2 tan^{−1}(x) = tan^{−1}[(2x) / (1–x^{2})], |x|<1

**Property set 07**

sin^{−1}(x) + sin^{−1}(y) = sin^{−1}[x √(1 − y^{2}) + y √(1 − x^{2})]

cos^{−1}x + cos^{−1}y = cos^{−1}[xy − √(1−x^{2})√(1 − y^{2})]

Let us understand Inverse Trigonometric Functions by some examples!

**Example 1: Find sin (cos**^{−1}** 3/5)**

**Solution: **Let, cos^{−1} 3/5 = x

Therefore, cos x = 3/5

sin x = √(1 – cos^{2} x) = √(1 – 9/25) = √(16/25) = 4/5

Therefore, sin (cos^{−1} 3/5) = sin x = 4/5.

**Example 2: Find tan**^{−1}** sin (- π/2)**

**Solution:** tan^{−1} sin (- π/2)

= tan^{−1} (- sin π/2)

= tan^{−1} (- 1)

= tan^{−1}(- tan π/4)

= tan^{−1} tan (-π/4)

= – π/4.

Therefore, tan^{−1} sin (- π/2) = – π/4

**Example 3: What will be the answer for sin**^{−1}** (sin 10)?**

**Solution:** sin^{−1} (sin x) = x, if – π^{2} ≤ x ≤ π^{2}.

x = 10 radians does not lie between – π^{2} and π^{2}. But 3π – x i.e., 3π – 10 lies between – π^{2} and π^{2} and sin (3π – 10) = sin 10.

sin^{−1} (sin 10)

= sin^{-1} (sin (3π – 10)

= 3π – 10

**Example 4: Find cos (tan**^{−1}** ¾)**

**Solution: **Let, tan^{−1} ¾ = x

tan x = ¾

sec^{2} x – tan^{2} x = 1

⇒ sec x = √(1 + tan^{2} x)

⇒ sec x = √(1 + (3/4)^{2})

⇒ sec x = √(1 + 9/16)

⇒ sec x = √(25/16)

⇒ sec x = 5/4

Therefore, cos x = 4/5

⇒ x = cos^{−1} 4/5

cos (tan^{−1} ¾) = cos (cos^{−1} 4/5) = 4/5

**Example 5: Find sec csc**^{−1}** (2/√3)**

**Solution:** sec csc^{−1} (2/√3)

= sec csc^{−1} (csc π/3)

= sec (csc^{−1 }(csc π/3))

= sec π/3

= 2

**Example 6: Determine the domain of cos**^{-1}** ([2 + sin x] /3).**

**Solution:** The domain of y = cos^{-1} x is -1 ≤ x ≤ 1 or |x| ≤ 1.

-1 ≤ [2 + sin x]/3 ≤ 1, same as – 3 ≤ 2 + sin x ≤ 3.

– 5 ≤ sin x ≤ 1 reduces to -1 ≤ sin x ≤ 1,

which is equal to

– sin-1 (1) ≤ x ≤ sin-1 (1) OR π/2 ≤ x ≤ π/2.

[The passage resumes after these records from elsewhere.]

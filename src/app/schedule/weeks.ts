import type { ClassDate } from '@shared/contracts/schedule-contract';
import { addDays, weekdayOf } from '@shared/scheduling/wall-time';

/** ISO weekdays with their names, Monday first. */
export const weekdays = [
  { day: 1, name: 'Monday', short: 'Mon' },
  { day: 2, name: 'Tuesday', short: 'Tue' },
  { day: 3, name: 'Wednesday', short: 'Wed' },
  { day: 4, name: 'Thursday', short: 'Thu' },
  { day: 5, name: 'Friday', short: 'Fri' },
  { day: 6, name: 'Saturday', short: 'Sat' },
  { day: 7, name: 'Sunday', short: 'Sun' },
] as const;

/** The Monday of the week of a date. */
export function mondayOf(localDate: string): string {
  return addDays(localDate, 1 - weekdayOf(localDate));
}

/** The days of the week that begins on a Monday. */
export function daysOfWeek(monday: string): string[] {
  return weekdays.map((_, index) => addDays(monday, index));
}

/** Class dates by local date, every day of the week there. */
export function byDay(
  monday: string,
  dates: readonly ClassDate[],
): { localDate: string; dates: readonly ClassDate[] }[] {
  return daysOfWeek(monday).map((localDate) => ({
    localDate,
    dates: dates.filter((date) => date.localDate === localDate),
  }));
}

/** An hour at which classes start on chosen weekdays, and on how many of their dates there is room. */
export interface StartTime {
  /** HH:MM at the site. */
  readonly localStart: string;
  readonly free: number;
  readonly dates: number;
}

/** The hours at which exercise classes start on the chosen weekdays, earliest first. */
export function startTimes(
  dates: readonly ClassDate[],
  chosen: readonly number[],
  hasRoom: (date: ClassDate) => boolean,
): StartTime[] {
  const counted = new Map<string, { free: number; dates: number }>();
  for (const date of dates) {
    if (date.kind !== 'exercise' || !chosen.includes(weekdayOf(date.localDate))) continue;
    const count = counted.get(date.localStart) ?? { free: 0, dates: 0 };
    count.dates += 1;
    count.free += Number(hasRoom(date));
    counted.set(date.localStart, count);
  }
  return [...counted]
    .map(([localStart, count]) => ({ localStart, ...count }))
    .sort((a, b) => a.localStart.localeCompare(b.localStart));
}
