import { inject } from '@angular/core';
import type { Routes } from '@angular/router';
import { BookingAccess } from './booking-access';
import { SiteChoice } from './site-choice';

export const scheduleRoutes: Routes = [
  {
    path: '',
    providers: [SiteChoice],
    children: [
      {
        path: '',
        loadComponent: async () => (await import('./schedule-page/schedule-page')).SchedulePage,
      },
      {
        path: 'series',
        title: 'Book a series',
        canMatch: [() => inject(BookingAccess).mayBook()],
        loadComponent: async () => (await import('./series-page/series-page')).SeriesPage,
      },
      {
        path: 'classes',
        title: 'Classes and closures',
        canMatch: [() => inject(BookingAccess).mayPlan()],
        loadComponent: async () => (await import('./classes-page/classes-page')).ClassesPage,
      },
    ],
  },
];
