import { Injectable, computed, inject } from '@angular/core';
import type { Role } from '@shared/contracts/accounts-contract';
import { Session } from '../core/session';

const bookingRoles: readonly Role[] = ['front-desk', 'nurse', 'exercise-physiologist'];
const planningRoles: readonly Role[] = ['front-desk', 'administrator'];

/** What the signed-in person is offered; the server decides again on every call. */
@Injectable({ providedIn: 'root' })
export class BookingAccess {
  readonly #roles = inject(Session).roles;
  readonly mayBook = computed(() => this.#roles().some((role) => bookingRoles.includes(role)));
  readonly maySeeRoster = computed(() => this.mayBook() || this.#roles().includes('physician'));
  readonly mayPlan = computed(() => this.#roles().some((role) => planningRoles.includes(role)));
}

## Frequently Asked Questions

### 1. How do you calculate inverse function?

**Ans.** To calculate the inverse of a function, you must first know what the inverse of a function is. The inverse of a function is the function that takes the same input and returns the same output but reverses all operations in between.

So, if you have a function that takes an input and multiplies it by 2, then subtracts 5, then divides it by 7, and finally adds 6 to get the output:

f(x) = x * 2 – 5 / 7 + 6

The inverse of this function would be:

g(x) = (x * 2 – 5 / 7 + 6) / (x * 2 – 5 / 7 + 6) = x

This equation is essentially telling you that if you put any number into g(x), it will spit out another number that is equal to f(x). If you put in a negative number for x though, g(-1) will give you a negative number as well!

### 2. What is the inverse function of (F)?

**Ans.** The inverse function of (F) is:

G(x) = 1/(1 + x)

### 3. How to find the formula for an inverse function?

**Ans.** The formula for an inverse function is the same as the original, with a negative sign in front of it.

Let’s say you want to find the inverse of the function f(x) = 2x + 4. Well, we know that f(-1) = -1 * 2(-1 + 4) = -2+4 = -2. So we can write down our equation like this:

-2 = f(-1)

Now let’s solve for x by setting each side equal to -2 and simplifying:

x = (-2)/(-2) * 2(1+4) = 1

So our final formula is:f(-1) = 1

### 4. How to determine inverse function?

**Ans.** To determine an inverse function, you have to look at the exact opposite of the given function.

For example, if you are given a function of f(x)=x^2+1, then the inverse function will be g(x)=x^2-1.

The easiest way to determine the inverse function is to use the fact that you can always find a value for x and y so that when you plug x into one equation, the other equation will equal 0.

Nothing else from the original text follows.